* [What you will do]: If a line of the data contains the word "standard", it is counted; report how many such lines there are and nothing else.
--- START ---
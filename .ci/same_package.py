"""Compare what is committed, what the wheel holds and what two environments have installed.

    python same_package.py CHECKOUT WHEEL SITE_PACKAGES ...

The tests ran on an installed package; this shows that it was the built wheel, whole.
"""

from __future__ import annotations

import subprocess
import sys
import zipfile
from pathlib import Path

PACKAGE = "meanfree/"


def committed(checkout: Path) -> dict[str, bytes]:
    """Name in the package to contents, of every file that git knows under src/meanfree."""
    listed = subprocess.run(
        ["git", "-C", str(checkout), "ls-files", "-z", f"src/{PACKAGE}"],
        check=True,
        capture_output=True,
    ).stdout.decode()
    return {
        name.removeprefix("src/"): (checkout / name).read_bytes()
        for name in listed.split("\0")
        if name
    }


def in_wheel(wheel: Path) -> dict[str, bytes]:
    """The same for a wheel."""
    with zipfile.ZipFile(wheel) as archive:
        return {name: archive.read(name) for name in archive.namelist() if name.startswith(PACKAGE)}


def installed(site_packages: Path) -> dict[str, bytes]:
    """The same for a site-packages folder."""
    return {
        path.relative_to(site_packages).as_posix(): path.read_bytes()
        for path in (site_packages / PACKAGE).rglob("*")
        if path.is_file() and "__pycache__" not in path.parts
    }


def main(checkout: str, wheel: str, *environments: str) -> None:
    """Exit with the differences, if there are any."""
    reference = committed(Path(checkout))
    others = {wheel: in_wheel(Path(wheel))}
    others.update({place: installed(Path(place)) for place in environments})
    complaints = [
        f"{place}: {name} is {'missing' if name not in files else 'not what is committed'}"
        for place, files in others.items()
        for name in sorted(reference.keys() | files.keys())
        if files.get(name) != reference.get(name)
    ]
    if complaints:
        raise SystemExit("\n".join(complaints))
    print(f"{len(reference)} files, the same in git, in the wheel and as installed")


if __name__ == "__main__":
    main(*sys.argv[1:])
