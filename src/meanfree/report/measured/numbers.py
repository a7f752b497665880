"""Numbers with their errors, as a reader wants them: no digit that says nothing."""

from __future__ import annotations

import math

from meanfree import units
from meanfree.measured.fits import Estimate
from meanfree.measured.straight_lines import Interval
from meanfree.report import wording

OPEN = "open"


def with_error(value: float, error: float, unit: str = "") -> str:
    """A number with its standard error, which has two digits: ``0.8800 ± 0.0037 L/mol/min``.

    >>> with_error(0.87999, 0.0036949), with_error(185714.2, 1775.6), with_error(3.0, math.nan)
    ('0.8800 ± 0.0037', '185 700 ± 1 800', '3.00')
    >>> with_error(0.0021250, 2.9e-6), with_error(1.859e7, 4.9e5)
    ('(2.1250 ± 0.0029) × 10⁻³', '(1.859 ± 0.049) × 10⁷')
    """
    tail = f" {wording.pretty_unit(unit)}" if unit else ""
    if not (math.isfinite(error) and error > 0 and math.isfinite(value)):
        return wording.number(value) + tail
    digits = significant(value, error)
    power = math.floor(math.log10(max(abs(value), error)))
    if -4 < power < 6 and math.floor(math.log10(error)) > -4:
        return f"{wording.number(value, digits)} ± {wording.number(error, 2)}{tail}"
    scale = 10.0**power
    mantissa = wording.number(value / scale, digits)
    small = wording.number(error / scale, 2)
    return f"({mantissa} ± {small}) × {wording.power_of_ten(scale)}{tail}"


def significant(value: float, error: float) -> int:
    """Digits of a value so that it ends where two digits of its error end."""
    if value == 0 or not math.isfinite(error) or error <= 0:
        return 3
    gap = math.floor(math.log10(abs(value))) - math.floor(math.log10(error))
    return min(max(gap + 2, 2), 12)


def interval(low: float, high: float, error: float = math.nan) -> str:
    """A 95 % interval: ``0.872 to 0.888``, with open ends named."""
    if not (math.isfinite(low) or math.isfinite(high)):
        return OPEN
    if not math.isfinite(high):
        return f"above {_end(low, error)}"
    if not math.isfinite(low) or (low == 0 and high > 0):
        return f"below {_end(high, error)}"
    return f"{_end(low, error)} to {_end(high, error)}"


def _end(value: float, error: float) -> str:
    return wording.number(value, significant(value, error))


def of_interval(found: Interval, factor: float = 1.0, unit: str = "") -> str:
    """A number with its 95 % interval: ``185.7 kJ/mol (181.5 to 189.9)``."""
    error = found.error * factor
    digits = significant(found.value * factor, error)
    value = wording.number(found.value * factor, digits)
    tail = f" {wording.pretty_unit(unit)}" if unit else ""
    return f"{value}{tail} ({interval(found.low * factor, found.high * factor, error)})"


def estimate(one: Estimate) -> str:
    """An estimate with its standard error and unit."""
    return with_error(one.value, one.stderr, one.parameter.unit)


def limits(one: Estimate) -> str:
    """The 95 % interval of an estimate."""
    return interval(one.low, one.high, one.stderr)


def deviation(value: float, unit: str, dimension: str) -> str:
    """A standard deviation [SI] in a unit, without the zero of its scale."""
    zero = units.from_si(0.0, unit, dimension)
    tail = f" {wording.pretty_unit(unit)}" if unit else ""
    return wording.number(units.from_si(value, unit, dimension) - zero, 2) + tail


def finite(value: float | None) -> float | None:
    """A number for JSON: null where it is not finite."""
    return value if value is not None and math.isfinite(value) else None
--- END ---
* [Expected output]: 3